> Records excerpted from a collection:
* * * * *

package order

import (
	"cmp"
	"context"
	"fmt"
	"math"
	"math/bits"
	"slices"

	"pairloom/sparse/chain"
	"pairloom/sparse/source"
)

// edge is an edge of the graph of a flag complex, u < v.
type edge struct {
	u, v  uint32
	value float64
}

// flag is the graph of a flag complex: every set of vertices that are joined two by
// two is a simplex, and enters with its longest edge. Edges are ranked by (value,
// smaller, larger endpoint); a simplex is ordered by (rank of its longest edge, its
// other vertices, descending).
type flag struct {
	path  string
	n     uint32
	edges []edge   // by rank
	first []uint32 // vertex u → its part of to: neighbours above u
	to    []uint32 // neighbours, ascending
	rank  []uint32 // rank of the edge to each neighbour
	width int      // bits of a vertex number
}

// newFlag ranks the edges (each given once, u < v).
func newFlag(path string, n uint32, edges []edge) *flag {
	slices.SortFunc(edges, func(a, b edge) int {
		return cmp.Or(cmp.Compare(a.value, b.value), cmp.Compare(a.u, b.u), cmp.Compare(a.v, b.v))
	})
	f := &flag{path: path, n: n, edges: edges, width: max(bits.Len32(n), 1)}
	f.link(len(edges))
	return f
}

// link builds the neighbour lists of the first m edges.
func (f *flag) link(m int) {
	f.first = make([]uint32, f.n+1)
	for _, e := range f.edges[:m] {
		f.first[e.u+1]++
	}
	for u := range f.n {
		f.first[u+1] += f.first[u]
	}
	items := make([]Item, m) // by (u, v)
	for r, e := range f.edges[:m] {
		items[r] = Item{uint64(e.u)<<32 | uint64(e.v), uint32(r)}
	}
	items = Sort(items)
	f.to, f.rank = make([]uint32, m), make([]uint32, m)
	for i, it := range items {
		f.to[i], f.rank[i] = uint32(it.Key), it.Index
	}
}

// level is one step of the search for cliques: the vertices that extend it, and the
// rank of the longest edge that each would bring.
type level struct{ to, rank []uint32 }

// walk lists the cliques of up to top+1 vertices in lexicographic order, depth first:
// visit gets the vertices and the rank of the longest edge (undefined for a vertex).
// With leaves unset, the largest cliques are not visited one by one but counted:
// count gets their degree and number. Both return false to stop.
func (f *flag) walk(ctx context.Context, top int, leaves bool, visit func(s []uint32, longest uint32) bool, count func(k int, n uint64) bool) error {
	stack := make([]level, top+2)
	s := make([]uint32, 0, top+1)
	var extend func(depth int, longest uint32) bool
	extend = func(depth int, longest uint32) bool {
		if visit != nil && !visit(s, longest) {
			return false
		}
		if !count(depth, 1) {
			return false
		}
		if depth == top {
			return true
		}
		here := &stack[depth]
		if depth+1 == top && !leaves {
			return count(top, uint64(len(here.to)))
		}
		for i, v := range here.to {
			if depth+1 < top {
				f.narrow(here, i, &stack[depth+1])
			}
			s = append(s, v)
			l := here.rank[i]
			if depth > 0 {
				l = max(l, longest)
			}
			if !extend(depth+1, l) {
				return false
			}
			s = s[:depth+1]
		}
		return true
	}
	for u := range f.n {
		if u%64 == 0 && ctx.Err() != nil {
			return context.Cause(ctx)
		}
		lo, hi := f.first[u], f.first[u+1]
		stack[0] = level{f.to[lo:hi], f.rank[lo:hi]}
		s = append(s[:0], u)
		if !extend(0, 0) {
			break
		}
	}
	return context.Cause(ctx)
}

// narrow fills next with the candidates after the i-th that are neighbours of it.
func (f *flag) narrow(here *level, i int, next *level) {
	v := here.to[i]
	next.to, next.rank = next.to[:0], next.rank[:0]
	a, b := i+1, f.first[v]
	end := f.first[v+1]
	for a < len(here.to) && b < end {
		switch x, y := here.to[a], f.to[b]; {
		case x < y:
			a++
		case x > y:
			b++
		default:
			next.to = append(next.to, x)
			next.rank = append(next.rank, max(here.rank[a], f.rank[b]))
			a++
			b++
		}
	}
}

// counts returns the simplices by degree 0..top; ok is false when they outgrow bytes.
func (f *flag) counts(ctx context.Context, top int, most uint64) (n []uint64, ok bool, err error) {
	n = make([]uint64, top+1)
	total := uint64(0)
	err = f.walk(ctx, top, false, nil, func(k int, m uint64) bool {
		n[k] += m
		total += m * bytesSimplex(k)
		return total <= most && n[k] < math.MaxUint32
	})
	return n, err == nil && total <= most && slices.Max(n) < math.MaxUint32, err
}

// fits counts before work, and over budget says which scale would fit.
func (f *flag) fits(ctx context.Context, spec source.Spec, top int) ([]uint64, error) {
	most := spec.MemoryBytes
	if most == 0 {
		most = math.MaxUint64
	}
	n, ok, err := f.counts(ctx, top, most)
	if err != nil || ok {
		return n, err
	}
	lo, hi := 0, len(f.edges) // lo edges fit
	for hi-lo > max(1, len(f.edges)/256) {
		mid := (lo + hi) / 2
		f.link(mid)
		if _, ok, err := f.counts(ctx, top, most); err != nil {
			return nil, err
		} else if ok {
			lo = mid
		} else {
			hi = mid
		}
	}
	return nil, &source.TooBig{Why: f.tooBig(n, lo, top, most)}
}

func (f *flag) tooBig(n []uint64, lo, top int, most uint64) string {
	why := fmt.Sprintf("%s: the flag complex up to degree %d has more than %v simplices by degree and needs more than the %d MiB that --memory allows", f.path, top, n, most>>20)
	for lo > 0 && lo < len(f.edges) && f.edges[lo-1].value == f.edges[lo].value {
		lo-- // ties stand or fall together
	}
	if lo == 0 {
		return why + "; lower --degrees or raise --memory"
	}
	return fmt.Sprintf("%s; --max-scale %v fits, as do fewer --degrees", why, f.edges[lo-1].value)
}

// complex builds the flag complex for degrees 0..K and publishes it.
func (f *flag) complex(ctx context.Context, spec source.Spec, c *chain.Complex, dir string, threads int, p source.Progress) (*chain.Complex, error) {
	p.Stage("order")
	degrees := spec.Degrees
	if degrees < 0 {
		degrees = 1
	}
	top := min(degrees+1, verticesMost-1)
	n, err := f.fits(ctx, spec, top)
	if err != nil {
		return nil, err
	}
	s := &simplicial{path: f.path, complex: c, flag: f, labels: make([]uint32, f.n)}
	for v := range s.labels {
		s.labels[v] = uint32(v)
	}
	for k := 0; k <= top && n[k] > 0; k++ {
		s.tables = append(s.tables, &degreeTable{k: k, verts: make([]uint32, 0, n[k]*uint64(k+1)), values: make([]float64, 0, n[k]), longest: make([]uint32, 0, n[k])})
	}
	err = f.walk(ctx, len(s.tables)-1, true, func(simplex []uint32, longest uint32) bool {
		d := s.tables[len(simplex)-1]
		d.verts = append(d.verts, simplex...)
		value := 0.0
		if d.k > 0 {
			value = f.edges[longest].value
		}
		d.values, d.longest = append(d.values, value), append(d.longest, longest)
		return true
	}, func(int, uint64) bool { return true })
	if err != nil {
		return nil, err
	}
	c.Naming = chain.BySimplex
	dim := len(s.tables) - 1
	c.Degrees, c.Truncated = min(degrees, dim), dim > degrees
	return c, s.build(ctx, dir, threads, p)
}

// sorted orders the simplices of a degree by (longest edge, other vertices descending),
// from the last vertex that counts to the first, then by edge: each pass is stable.
func (f *flag) sorted(d *degreeTable, items []Item) []Item {
	if d.k == 0 {
		return items
	}
	for hi := d.k - 1; hi > 0; {
		lo := max(hi-64/f.width, 0)
		for i, it := range items {
			items[i].Key = f.others(d.simplex(int(it.Index)), f.edges[d.longest[it.Index]], lo, hi)
		}
		items = Sort(items)
		hi = lo
	}
	for i, it := range items {
		items[i].Key = uint64(d.longest[it.Index])
	}
	return Sort(items)
}

// others packs the lo-th to hi-th of the vertices off the longest edge, descending.
func (f *flag) others(s []uint32, e edge, lo, hi int) (key uint64) {
	at := 0
	for i := len(s) - 1; i >= 0; i-- {
		if s[i] == e.u || s[i] == e.v {
			continue
		}
		if at >= lo && at < hi {
			key = key<<f.width | uint64(s[i])
		}
		at++
	}
	return key
}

* * * * *

> DESCRIPTION OF THE TASK: Look above for the line with "they outgrow bytes." and the line with "total += m * bytesSimplex(k)". Retype those two lines and every line between them exactly, adding nothing.

> RESPONSE:
// counts returns the simplices by degree 0..top; ok is false when they outgrow bytes.
func (f *flag) counts(ctx context.Context, top int, most uint64) (n []uint64, ok bool, err error) {
	n = make([]uint64, top+1)
	total := uint64(0)
	err = f.walk(ctx, top, false, nil, func(k int, m uint64) bool {
		n[k] += m
		total += m * bytesSimplex(k)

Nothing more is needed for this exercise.